WHAT TO WORK ON: From the entries that follow, reproduce exactly and only the lines from the line with "by polygon) and" to the line with "and the rings", endpoints included.

SOURCE DATA below:

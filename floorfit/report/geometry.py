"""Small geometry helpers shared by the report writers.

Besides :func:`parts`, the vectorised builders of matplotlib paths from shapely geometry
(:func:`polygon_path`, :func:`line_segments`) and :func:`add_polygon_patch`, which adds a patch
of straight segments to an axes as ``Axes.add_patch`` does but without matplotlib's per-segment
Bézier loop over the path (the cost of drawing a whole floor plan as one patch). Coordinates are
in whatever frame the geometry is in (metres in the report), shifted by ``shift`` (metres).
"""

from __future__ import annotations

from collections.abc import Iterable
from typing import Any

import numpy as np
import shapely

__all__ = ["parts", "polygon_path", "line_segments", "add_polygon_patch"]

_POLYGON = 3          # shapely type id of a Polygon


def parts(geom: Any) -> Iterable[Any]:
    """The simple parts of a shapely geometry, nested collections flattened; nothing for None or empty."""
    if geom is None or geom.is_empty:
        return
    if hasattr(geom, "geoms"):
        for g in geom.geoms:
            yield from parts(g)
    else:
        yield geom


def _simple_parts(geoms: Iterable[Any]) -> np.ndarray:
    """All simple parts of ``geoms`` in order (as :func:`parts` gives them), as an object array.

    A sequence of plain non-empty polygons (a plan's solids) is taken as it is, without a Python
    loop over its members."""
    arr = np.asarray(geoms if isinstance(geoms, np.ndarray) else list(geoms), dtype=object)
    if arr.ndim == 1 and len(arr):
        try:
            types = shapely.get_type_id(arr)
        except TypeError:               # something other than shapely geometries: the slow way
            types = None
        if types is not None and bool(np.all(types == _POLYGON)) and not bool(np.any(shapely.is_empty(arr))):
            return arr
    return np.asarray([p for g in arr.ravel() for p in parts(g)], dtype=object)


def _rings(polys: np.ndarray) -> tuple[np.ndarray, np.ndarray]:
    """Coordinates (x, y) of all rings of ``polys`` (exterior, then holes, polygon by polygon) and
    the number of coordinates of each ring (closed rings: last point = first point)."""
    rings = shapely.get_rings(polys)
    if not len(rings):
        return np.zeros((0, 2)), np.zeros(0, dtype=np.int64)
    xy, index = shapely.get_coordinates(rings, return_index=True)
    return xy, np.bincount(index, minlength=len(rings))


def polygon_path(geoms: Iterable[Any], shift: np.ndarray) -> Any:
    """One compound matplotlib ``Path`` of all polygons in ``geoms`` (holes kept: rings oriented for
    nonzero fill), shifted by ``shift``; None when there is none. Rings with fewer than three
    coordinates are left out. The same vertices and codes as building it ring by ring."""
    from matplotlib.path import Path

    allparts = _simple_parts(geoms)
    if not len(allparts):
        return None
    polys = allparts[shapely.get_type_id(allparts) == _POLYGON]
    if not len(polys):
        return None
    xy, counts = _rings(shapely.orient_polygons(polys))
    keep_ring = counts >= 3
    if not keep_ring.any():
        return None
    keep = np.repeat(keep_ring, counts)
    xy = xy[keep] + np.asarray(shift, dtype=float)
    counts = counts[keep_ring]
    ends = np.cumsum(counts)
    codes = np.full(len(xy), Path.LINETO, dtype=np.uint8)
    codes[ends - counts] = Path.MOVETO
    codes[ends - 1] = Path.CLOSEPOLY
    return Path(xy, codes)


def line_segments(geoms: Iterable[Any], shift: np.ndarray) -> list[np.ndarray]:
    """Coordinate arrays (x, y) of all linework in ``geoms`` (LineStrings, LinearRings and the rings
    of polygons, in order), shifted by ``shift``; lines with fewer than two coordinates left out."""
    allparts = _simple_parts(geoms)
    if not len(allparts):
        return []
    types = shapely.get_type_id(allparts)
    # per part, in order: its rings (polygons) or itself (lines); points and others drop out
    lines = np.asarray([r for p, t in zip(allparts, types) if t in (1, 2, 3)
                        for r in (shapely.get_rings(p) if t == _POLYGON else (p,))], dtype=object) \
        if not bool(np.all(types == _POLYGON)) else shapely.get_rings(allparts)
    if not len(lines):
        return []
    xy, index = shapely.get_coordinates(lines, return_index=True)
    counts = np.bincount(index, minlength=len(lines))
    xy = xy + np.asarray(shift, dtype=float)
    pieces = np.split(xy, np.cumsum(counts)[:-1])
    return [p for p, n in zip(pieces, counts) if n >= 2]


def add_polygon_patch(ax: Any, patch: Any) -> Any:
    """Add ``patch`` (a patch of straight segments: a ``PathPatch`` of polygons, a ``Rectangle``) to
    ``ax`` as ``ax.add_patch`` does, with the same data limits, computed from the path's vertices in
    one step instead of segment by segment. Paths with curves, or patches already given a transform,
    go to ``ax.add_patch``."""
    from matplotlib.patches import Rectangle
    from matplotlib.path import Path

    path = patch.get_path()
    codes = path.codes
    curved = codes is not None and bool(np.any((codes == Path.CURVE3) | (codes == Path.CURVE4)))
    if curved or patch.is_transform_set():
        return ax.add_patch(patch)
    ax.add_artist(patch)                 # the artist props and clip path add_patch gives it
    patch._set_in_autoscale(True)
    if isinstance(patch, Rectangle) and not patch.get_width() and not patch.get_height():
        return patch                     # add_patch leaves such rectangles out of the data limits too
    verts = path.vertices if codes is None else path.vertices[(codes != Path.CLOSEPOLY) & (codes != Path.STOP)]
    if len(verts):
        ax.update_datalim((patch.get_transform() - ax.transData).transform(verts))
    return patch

End of SOURCE DATA.
SOURCE DATA below:

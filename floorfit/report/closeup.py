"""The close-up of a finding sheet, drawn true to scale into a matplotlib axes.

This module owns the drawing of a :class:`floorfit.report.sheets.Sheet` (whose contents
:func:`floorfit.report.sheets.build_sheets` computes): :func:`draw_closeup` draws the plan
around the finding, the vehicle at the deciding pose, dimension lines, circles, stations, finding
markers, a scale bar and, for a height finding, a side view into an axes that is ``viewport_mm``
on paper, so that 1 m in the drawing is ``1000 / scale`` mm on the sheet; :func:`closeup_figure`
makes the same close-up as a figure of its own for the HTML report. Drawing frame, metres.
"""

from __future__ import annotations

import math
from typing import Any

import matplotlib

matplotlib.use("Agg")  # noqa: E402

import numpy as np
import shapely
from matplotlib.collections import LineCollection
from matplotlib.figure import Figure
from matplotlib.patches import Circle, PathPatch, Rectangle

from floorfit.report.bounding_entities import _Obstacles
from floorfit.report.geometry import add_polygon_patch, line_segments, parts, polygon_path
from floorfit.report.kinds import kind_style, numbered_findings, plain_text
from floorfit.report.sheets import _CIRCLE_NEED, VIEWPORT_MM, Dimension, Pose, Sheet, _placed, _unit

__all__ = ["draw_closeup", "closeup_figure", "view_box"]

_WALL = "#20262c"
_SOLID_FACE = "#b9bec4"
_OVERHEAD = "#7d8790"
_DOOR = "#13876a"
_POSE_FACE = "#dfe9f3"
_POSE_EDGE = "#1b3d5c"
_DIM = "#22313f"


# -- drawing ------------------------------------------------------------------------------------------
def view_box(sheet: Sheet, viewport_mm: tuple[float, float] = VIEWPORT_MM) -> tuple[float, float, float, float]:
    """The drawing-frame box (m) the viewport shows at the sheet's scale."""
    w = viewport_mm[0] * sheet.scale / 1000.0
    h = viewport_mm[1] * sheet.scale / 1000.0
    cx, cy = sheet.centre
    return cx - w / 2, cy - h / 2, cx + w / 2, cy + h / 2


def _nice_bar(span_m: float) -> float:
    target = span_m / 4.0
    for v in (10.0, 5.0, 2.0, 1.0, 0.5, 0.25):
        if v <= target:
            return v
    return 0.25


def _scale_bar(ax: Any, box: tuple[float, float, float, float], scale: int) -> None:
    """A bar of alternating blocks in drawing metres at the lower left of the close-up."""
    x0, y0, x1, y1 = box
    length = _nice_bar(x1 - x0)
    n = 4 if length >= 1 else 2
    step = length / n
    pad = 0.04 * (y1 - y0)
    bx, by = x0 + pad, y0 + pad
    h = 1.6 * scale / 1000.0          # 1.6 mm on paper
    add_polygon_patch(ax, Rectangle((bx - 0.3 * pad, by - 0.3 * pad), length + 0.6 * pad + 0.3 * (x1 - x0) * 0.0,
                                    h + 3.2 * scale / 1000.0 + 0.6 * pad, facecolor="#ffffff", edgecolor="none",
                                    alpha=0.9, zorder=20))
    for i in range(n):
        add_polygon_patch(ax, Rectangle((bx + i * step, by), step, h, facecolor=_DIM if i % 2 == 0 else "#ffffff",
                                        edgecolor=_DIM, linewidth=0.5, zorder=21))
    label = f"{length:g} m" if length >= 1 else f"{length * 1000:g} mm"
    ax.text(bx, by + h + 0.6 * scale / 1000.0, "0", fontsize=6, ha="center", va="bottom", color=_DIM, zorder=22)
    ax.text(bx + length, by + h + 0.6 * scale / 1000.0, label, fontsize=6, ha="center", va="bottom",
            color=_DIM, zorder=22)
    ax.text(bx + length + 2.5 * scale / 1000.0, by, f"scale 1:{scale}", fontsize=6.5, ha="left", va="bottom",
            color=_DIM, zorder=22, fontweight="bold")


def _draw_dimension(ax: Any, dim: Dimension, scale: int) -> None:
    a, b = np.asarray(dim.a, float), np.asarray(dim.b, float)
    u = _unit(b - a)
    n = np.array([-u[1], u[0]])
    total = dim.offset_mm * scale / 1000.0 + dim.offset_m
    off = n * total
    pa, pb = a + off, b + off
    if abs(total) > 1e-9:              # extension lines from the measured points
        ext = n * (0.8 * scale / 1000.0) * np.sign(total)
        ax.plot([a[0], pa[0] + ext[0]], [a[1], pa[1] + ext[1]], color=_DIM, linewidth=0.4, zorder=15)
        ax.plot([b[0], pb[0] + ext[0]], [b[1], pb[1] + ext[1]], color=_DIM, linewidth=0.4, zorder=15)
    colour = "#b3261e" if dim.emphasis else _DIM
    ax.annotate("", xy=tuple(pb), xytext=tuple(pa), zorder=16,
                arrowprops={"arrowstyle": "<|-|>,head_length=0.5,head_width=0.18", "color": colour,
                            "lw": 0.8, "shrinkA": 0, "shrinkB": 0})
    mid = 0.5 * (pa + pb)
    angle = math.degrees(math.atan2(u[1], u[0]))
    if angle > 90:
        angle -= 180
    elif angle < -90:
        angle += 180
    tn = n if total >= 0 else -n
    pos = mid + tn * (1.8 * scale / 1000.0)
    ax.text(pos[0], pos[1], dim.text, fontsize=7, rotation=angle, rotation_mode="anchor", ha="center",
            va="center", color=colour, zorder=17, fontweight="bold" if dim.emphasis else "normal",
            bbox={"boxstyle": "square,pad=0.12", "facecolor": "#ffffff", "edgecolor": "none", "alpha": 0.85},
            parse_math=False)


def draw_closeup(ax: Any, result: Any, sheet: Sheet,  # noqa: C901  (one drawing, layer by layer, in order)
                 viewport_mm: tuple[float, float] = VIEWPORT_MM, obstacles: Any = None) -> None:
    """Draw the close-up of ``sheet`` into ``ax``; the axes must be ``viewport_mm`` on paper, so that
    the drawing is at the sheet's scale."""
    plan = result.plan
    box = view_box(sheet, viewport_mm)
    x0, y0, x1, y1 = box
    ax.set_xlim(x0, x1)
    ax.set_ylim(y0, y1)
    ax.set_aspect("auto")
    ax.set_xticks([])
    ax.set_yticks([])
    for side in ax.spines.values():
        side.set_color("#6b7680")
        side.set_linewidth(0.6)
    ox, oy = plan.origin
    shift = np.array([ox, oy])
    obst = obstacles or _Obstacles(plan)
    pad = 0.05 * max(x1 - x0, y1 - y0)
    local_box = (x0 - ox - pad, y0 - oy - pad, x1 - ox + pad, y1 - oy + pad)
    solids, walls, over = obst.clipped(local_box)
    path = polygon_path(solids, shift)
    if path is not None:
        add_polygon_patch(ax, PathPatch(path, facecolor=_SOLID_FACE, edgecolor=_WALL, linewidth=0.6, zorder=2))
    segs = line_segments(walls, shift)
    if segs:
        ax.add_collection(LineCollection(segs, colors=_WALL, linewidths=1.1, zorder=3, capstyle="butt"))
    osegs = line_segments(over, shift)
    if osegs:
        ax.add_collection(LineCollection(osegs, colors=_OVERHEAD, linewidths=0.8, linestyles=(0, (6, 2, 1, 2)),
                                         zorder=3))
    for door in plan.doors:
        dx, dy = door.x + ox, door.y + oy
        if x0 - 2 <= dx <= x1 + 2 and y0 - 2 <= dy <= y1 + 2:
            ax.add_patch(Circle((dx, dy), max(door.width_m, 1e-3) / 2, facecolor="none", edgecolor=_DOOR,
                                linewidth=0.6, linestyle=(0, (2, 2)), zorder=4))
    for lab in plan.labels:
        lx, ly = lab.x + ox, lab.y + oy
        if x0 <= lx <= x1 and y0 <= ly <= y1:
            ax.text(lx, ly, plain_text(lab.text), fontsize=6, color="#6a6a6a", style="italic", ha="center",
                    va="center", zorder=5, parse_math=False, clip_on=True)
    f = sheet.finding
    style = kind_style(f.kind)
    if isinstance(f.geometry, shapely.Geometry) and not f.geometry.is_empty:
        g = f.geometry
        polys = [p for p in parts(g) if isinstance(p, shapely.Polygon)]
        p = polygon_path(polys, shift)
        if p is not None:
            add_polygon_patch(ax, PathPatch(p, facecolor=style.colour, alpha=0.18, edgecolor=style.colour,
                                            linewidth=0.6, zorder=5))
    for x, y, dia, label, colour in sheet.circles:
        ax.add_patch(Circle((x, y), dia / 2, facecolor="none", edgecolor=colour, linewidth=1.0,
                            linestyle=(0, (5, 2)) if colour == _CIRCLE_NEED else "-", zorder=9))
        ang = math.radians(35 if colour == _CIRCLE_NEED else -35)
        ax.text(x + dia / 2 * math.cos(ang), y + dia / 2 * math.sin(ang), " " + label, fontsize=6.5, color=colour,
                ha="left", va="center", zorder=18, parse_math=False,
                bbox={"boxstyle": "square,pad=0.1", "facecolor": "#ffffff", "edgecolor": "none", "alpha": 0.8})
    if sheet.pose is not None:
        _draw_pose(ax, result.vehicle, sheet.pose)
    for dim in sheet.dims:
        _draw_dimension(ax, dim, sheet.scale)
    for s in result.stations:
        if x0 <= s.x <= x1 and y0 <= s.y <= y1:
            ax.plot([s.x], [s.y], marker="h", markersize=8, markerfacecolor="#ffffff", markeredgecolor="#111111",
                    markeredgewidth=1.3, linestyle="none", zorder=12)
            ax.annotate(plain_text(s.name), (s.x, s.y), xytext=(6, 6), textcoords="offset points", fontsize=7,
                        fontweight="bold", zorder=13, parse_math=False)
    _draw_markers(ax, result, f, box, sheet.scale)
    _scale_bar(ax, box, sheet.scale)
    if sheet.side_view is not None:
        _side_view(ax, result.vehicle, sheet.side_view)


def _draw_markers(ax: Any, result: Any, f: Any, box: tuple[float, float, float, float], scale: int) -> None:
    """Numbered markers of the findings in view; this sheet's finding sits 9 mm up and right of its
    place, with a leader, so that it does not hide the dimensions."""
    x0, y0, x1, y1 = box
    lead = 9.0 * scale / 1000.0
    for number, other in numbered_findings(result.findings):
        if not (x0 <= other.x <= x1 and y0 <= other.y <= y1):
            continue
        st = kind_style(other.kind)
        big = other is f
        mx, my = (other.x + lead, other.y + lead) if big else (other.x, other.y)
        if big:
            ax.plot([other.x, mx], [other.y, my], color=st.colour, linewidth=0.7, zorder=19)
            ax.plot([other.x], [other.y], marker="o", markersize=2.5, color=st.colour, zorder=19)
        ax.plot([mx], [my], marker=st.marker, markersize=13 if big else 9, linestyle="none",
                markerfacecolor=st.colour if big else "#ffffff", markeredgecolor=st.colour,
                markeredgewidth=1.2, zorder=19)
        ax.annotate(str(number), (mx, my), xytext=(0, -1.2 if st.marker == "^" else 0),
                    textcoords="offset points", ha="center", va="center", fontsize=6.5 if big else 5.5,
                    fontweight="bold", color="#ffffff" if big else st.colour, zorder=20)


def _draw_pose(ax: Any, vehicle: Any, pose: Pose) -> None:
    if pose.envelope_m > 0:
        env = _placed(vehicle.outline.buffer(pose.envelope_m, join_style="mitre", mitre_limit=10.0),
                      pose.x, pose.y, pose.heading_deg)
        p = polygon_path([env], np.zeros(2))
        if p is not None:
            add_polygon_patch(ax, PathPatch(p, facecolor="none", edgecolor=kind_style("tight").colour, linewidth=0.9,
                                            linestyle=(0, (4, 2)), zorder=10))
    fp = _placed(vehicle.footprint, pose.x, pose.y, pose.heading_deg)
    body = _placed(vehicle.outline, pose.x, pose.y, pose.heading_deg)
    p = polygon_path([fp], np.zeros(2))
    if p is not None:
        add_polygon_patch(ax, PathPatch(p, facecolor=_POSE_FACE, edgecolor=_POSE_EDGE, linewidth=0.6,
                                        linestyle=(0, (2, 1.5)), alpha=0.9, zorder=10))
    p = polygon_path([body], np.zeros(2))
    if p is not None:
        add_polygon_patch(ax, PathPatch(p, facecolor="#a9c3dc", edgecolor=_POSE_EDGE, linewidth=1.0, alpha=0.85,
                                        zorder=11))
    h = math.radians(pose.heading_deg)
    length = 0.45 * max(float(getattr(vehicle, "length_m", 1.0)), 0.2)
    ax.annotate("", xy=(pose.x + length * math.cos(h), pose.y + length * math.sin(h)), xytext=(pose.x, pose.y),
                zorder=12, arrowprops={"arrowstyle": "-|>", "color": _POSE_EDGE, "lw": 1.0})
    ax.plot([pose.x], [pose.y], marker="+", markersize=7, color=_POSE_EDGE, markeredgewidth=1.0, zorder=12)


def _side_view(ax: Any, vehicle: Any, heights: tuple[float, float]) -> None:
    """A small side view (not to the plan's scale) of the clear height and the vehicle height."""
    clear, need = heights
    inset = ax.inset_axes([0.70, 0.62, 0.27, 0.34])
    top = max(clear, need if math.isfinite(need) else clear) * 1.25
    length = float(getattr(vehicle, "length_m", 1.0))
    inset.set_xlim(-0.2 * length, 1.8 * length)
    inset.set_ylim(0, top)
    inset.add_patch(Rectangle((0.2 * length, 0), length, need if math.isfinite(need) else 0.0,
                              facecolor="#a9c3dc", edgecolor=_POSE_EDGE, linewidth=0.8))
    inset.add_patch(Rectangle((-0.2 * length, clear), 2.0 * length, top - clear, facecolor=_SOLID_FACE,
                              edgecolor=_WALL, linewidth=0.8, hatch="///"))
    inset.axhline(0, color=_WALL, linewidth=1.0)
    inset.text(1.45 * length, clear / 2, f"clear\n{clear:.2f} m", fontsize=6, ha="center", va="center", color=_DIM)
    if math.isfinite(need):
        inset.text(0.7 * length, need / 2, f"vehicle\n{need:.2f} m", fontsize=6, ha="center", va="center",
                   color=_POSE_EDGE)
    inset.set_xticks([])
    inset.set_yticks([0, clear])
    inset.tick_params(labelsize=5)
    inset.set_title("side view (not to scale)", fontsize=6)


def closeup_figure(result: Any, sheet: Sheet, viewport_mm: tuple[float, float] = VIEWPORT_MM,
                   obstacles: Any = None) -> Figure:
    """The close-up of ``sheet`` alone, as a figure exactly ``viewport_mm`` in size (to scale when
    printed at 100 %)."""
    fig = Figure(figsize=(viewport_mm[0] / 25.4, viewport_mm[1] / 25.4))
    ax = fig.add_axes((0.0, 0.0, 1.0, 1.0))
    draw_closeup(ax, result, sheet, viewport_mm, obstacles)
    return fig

End of SOURCE DATA.
SOURCE DATA below:

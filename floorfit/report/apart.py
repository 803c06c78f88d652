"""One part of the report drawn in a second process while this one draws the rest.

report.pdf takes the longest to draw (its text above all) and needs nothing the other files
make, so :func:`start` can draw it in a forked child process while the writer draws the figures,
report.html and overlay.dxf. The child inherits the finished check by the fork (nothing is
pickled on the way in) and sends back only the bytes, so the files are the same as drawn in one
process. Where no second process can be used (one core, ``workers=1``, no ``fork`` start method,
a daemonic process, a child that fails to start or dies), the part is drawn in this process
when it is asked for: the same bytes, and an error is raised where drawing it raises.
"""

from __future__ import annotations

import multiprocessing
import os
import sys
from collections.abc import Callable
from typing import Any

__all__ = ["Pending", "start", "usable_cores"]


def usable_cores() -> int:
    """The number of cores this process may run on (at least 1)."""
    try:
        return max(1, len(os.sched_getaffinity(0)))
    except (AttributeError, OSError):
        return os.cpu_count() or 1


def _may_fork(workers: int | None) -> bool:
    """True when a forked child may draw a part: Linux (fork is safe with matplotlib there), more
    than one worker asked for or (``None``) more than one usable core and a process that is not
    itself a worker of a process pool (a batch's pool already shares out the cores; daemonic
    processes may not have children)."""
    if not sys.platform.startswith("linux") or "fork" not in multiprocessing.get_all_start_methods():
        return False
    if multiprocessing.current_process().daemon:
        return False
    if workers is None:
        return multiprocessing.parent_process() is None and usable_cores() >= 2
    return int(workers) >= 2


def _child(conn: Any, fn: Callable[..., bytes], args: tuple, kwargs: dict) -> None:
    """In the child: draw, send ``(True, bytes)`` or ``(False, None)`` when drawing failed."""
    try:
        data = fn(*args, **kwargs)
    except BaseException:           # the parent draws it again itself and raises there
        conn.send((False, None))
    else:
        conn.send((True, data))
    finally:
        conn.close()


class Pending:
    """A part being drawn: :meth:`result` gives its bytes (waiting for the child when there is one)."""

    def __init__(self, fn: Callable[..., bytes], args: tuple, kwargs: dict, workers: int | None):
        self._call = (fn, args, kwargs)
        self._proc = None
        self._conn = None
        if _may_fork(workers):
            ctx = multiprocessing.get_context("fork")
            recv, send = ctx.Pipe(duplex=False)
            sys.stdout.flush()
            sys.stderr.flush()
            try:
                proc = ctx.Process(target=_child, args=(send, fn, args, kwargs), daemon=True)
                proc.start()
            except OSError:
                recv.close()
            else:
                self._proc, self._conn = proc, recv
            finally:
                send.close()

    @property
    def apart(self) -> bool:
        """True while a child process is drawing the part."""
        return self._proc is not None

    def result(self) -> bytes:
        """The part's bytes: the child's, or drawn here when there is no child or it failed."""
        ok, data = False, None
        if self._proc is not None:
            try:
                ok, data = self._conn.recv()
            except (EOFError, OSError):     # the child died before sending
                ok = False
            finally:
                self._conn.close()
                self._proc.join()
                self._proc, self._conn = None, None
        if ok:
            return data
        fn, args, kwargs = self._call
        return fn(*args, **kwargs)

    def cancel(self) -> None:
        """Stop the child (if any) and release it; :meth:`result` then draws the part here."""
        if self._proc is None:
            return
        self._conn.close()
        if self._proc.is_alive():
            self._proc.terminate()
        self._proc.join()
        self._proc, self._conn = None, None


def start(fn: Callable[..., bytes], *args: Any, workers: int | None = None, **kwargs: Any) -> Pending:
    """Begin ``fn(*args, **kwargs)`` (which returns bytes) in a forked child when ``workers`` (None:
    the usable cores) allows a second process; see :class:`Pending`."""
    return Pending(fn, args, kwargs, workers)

End of SOURCE DATA.

RESPONSE AREA:
    """Coordinates (x, y) of all rings of ``polys`` (exterior, then holes, polygon by polygon) and
    the number of coordinates of each ring (closed rings: last point = first point)."""
    rings = shapely.get_rings(polys)
    if not len(rings):
        return np.zeros((0, 2)), np.zeros(0, dtype=np.int64)
    xy, index = shapely.get_coordinates(rings, return_index=True)
    return xy, np.bincount(index, minlength=len(rings))


def polygon_path(geoms: Iterable[Any], shift: np.ndarray) -> Any:
    """One compound matplotlib ``Path`` of all polygons in ``geoms`` (holes kept: rings oriented for
    nonzero fill), shifted by ``shift``; None when there is none. Rings with fewer than three
    coordinates are left out. The same vertices and codes as building it ring by ring."""
    from matplotlib.path import Path

    allparts = _simple_parts(geoms)
    if not len(allparts):
        return None
    polys = allparts[shapely.get_type_id(allparts) == _POLYGON]
    if not len(polys):
        return None
    xy, counts = _rings(shapely.orient_polygons(polys))
    keep_ring = counts >= 3
    if not keep_ring.any():
        return None
    keep = np.repeat(keep_ring, counts)
    xy = xy[keep] + np.asarray(shift, dtype=float)
    counts = counts[keep_ring]
    ends = np.cumsum(counts)
    codes = np.full(len(xy), Path.LINETO, dtype=np.uint8)
    codes[ends - counts] = Path.MOVETO
    codes[ends - 1] = Path.CLOSEPOLY
    return Path(xy, codes)


def line_segments(geoms: Iterable[Any], shift: np.ndarray) -> list[np.ndarray]:
    """Coordinate arrays (x, y) of all linework in ``geoms`` (LineStrings, LinearRings and the rings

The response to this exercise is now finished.